Decision Tree has a pretty good model because it has a level of accuracy such as 0.8316, slightly higher than logistic regression

4.2.1.2 ROC Curve

># Formal class 'performance' [package "ROCR"] with 6 slots
>#   ..@ x.name      : chr "None"
>#   ..@ y.name      : chr "Area under the ROC curve"
>#   ..@ alpha.name  : chr "none"
>#   ..@ x.values    : list()
>#   ..@ y.values    :List of 1
>#   .. ..$ : num 0.873
>#   ..@ alpha.values: list()
># [1] 0.8726685

Area Under Curve ROC Curve has an area of 0.8726, Decision Tree AUC value little lower than logistic regression.

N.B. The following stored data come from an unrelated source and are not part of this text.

"""Declination against the published test values of the World Magnetic Model."""

import datetime

import pytest

from fellspan.errors import MagneticModelError
from fellspan.geodesy.magnetic import declination, magnetic_bearing_deg
from fellspan.geodesy.position import Position

# WMM-2020 test values (the file of that name in NOAA NCEI's distribution), from memory:
# decimal year, height km, latitude, longitude, declination; published to 0.01 degree
WMM2020 = [
    (2020.0, 28, 89, -121, -112.41),
    (2020.0, 48, 80, -96, -37.40),
    (2020.0, 54, 82, 87, 51.30),
    (2020.0, 65, 43, 93, 0.71),
    (2020.0, 51, -33, 109, -5.78),
    (2020.0, 39, -59, -8, -15.79),
    (2020.0, 3, -50, -103, 28.10),
    (2020.0, 94, -29, -110, 15.82),
    (2020.0, 66, 14, 143, 0.12),
    (2020.0, 18, 0, 21, 1.05),
    (2020.5, 6, -36, -137, 20.16),
    (2020.5, 63, 26, 81, 0.43),
    (2020.5, 69, 38, -144, 13.39),
    (2020.5, 50, -70, -133, 57.40),
    (2020.5, 8, -52, -75, 15.39),
    (2020.5, 8, -66, 17, -32.56),
    (2020.5, 22, -37, 140, 9.15),
    (2020.5, 40, -12, -129, 10.83),
    (2020.5, 44, 33, -118, 11.46),
    (2020.5, 50, -81, -67, 28.65),
]
# The World Magnetic Model 2025 technical report, table of test values, from memory; published to 0.01 degree
WMM2025 = [
    (2025.0, 0, 80, 0, 1.28),
    (2025.0, 0, 0, 120, -0.16),
    (2025.0, 0, -80, 240, 68.78),
    (2025.0, 100, 80, 0, 0.85),
    (2025.0, 100, 0, 120, -0.15),
    (2025.0, 100, -80, 240, 68.21),
    (2027.5, 0, 80, 0, 2.59),
    (2027.5, 0, 0, 120, -0.24),
    (2027.5, 0, -80, 240, 68.49),
    (2027.5, 100, 80, 0, 2.16),
]


def day(decimal_year: float) -> datetime.date:
    """The nearest date; half a day of drift is under 0.001 degree but for the first point, 0.03 degree from the pole."""
    year = int(decimal_year)
    days = 366 if year % 4 == 0 else 365
    return datetime.date(year, 1, 1) + datetime.timedelta(days=round((decimal_year - year) * days))


@pytest.mark.parametrize(
    ("model", "row"), [("WMM-2020", row) for row in WMM2020] + [("WMM-2025", row) for row in WMM2025]
)
def test_published_declinations(model: str, row: tuple[float, ...]) -> None:
    decimal_year, height_km, latitude, longitude, published = row
    got = declination(
        Position(latitude_deg=latitude, longitude_deg=longitude), day(decimal_year), height_m=height_km * 1000.0
    )
    assert got.model == model
    assert got.declination_deg == pytest.approx(
        published, abs=0.0055
    )  # half of the last digit published, and half a day


@pytest.mark.parametrize(
    ("latitude", "longitude", "date", "published"),
    [
        (23.35, 40.0, datetime.date(2025, 12, 6), 3.6678175),
        (24.5, 45.0, datetime.date(2026, 1, 15), 3.2466589),
    ],
)
def test_another_implementation_of_the_model(
    latitude: float, longitude: float, date: datetime.date, published: float
) -> None:
    # printed in the README of wmm-calculator 1.4.4 (CIRES), height 21 km above mean sea level there
    got = declination(Position(latitude_deg=latitude, longitude_deg=longitude), date, height_m=21_000.0)
    assert got.declination_deg == pytest.approx(published, abs=2e-4)  # geoid against ellipsoid is worth that much


def test_uncertainty_of_the_published_error_model() -> None:
    # WMM-2025: sqrt(0.26^2 + (5417 / H)^2); H is 39 677.9 nT at 0, 120 in 2025 (report's table, from memory)
    got = declination(Position(latitude_deg=0.0, longitude_deg=120.0), datetime.date(2025, 1, 1))
    assert got.uncertainty_deg == pytest.approx((0.26**2 + (5417.0 / 39677.9) ** 2) ** 0.5, abs=1e-4)
    assert got.caution is None


def test_weak_field_near_the_magnetic_poles_is_said() -> None:
    pole = declination(Position(latitude_deg=86.0, longitude_deg=150.0), datetime.date(2026, 1, 1))
    assert pole.uncertainty_deg is None
    assert pole.caution is not None
    assert "no compass" in pole.caution
    near = declination(Position(latitude_deg=78.0, longitude_deg=-95.0), datetime.date(2026, 1, 1))
    assert near.uncertainty_deg is not None
    assert near.caution is not None
    assert "no compass" not in near.caution


@pytest.mark.parametrize("date", [datetime.date(2019, 12, 31), datetime.date(2030, 1, 1), datetime.date(1, 1, 1)])
def test_dates_outside_every_model(date: datetime.date) -> None:
    with pytest.raises(MagneticModelError) as caught:
        declination(Position(latitude_deg=36.0, longitude_deg=-45.0), date)
    message = str(caught.value)
    assert date.isoformat() in message
    assert "2020-01-01 to 2029-12-31" in message
    assert len(message.splitlines()) <= 4


def test_models_meet_where_one_takes_over() -> None:
    place = Position(latitude_deg=36.05, longitude_deg=-45.2)
    last, first = (declination(place, date) for date in (datetime.date(2024, 12, 31), datetime.date(2025, 1, 1)))
    assert (last.model, first.model) == ("WMM-2020", "WMM-2025")
    assert last.declination_deg == pytest.approx(first.declination_deg, abs=0.3)  # within either model's uncertainty
    assert declination(place, datetime.date(2029, 12, 31)).model == "WMM-2025"


def test_magnetic_bearing() -> None:
    # declination west (negative): the compass shows more than the true bearing (common practice, no source)
    assert magnetic_bearing_deg(90.0, -13.2) == pytest.approx(103.2)
    assert magnetic_bearing_deg(5.0, 13.0) == pytest.approx(352.0)
    assert magnetic_bearing_deg(359.0, -1.0) == 0.0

4.2.2 Support Vector Machine (SVM)

>#  Setting default kernel parameters  
># Support Vector Machine object of class "ksvm" 
># 
># SV type: C-svc  (classification) 
>#  parameter : cost C = 1 
># 
># Linear (vanilla) kernel function. 
># 
># Number of Support Vectors : 371 
># 
># Objective Function Value : -318.5 
># Training error : 0.171717
># [1] 0 1 1 1 0 0
># Levels: 0 1
># Confusion Matrix and Statistics
># 
>#           Reference
># Prediction   0   1
>#          0 492  96
>#          1  57 246
>#                                                
>#                Accuracy : 0.8283               
>#                  95% CI : (0.8019, 0.8525)     
>#     No Information Rate : 0.6162               
>#     P-Value [Acc > NIR] : < 0.00000000000000022
>#                                                
>#                   Kappa : 0.629                
>#                                                
>#  Mcnemar's Test P-Value : 0.002125             
>#                                                
>#             Sensitivity : 0.8962               
>#             Specificity : 0.7193               
>#          Pos Pred Value : 0.8367               
>#          Neg Pred Value : 0.8119               
>#              Prevalence : 0.6162               
>#          Detection Rate : 0.5522               
>#    Detection Prevalence : 0.6599               
>#       Balanced Accuracy : 0.8077               
>#                                                
>#        'Positive' Class : 0                    
># 

Accuracy = 0.8283
Recall/Sensitivity = 0.8962
Precision = 0.8367
Specificity = 0.7193

SVM has a level of accuracy such as 0.8283, lower than Logistic Regression and Decision Tree.

5 Conclusions

LR Accuracy : 0.8294
DT Accuracy : 0.8316
SVM Accuracy : 0.8283

  1. From all three models such as, Logistic Regression, Decision Tree, and SVM. The value of accuracy and AUC results are not very different. both of them are good at studying the data and predictions.
  2. From the logistic regression model, can easily see that the Titanic survival is highly depended on several predictors such as Title, Passenger class, and Family Size. in particular, people from a lower class and have more families in ship are less likely to survived keeping other predictors conditions constant.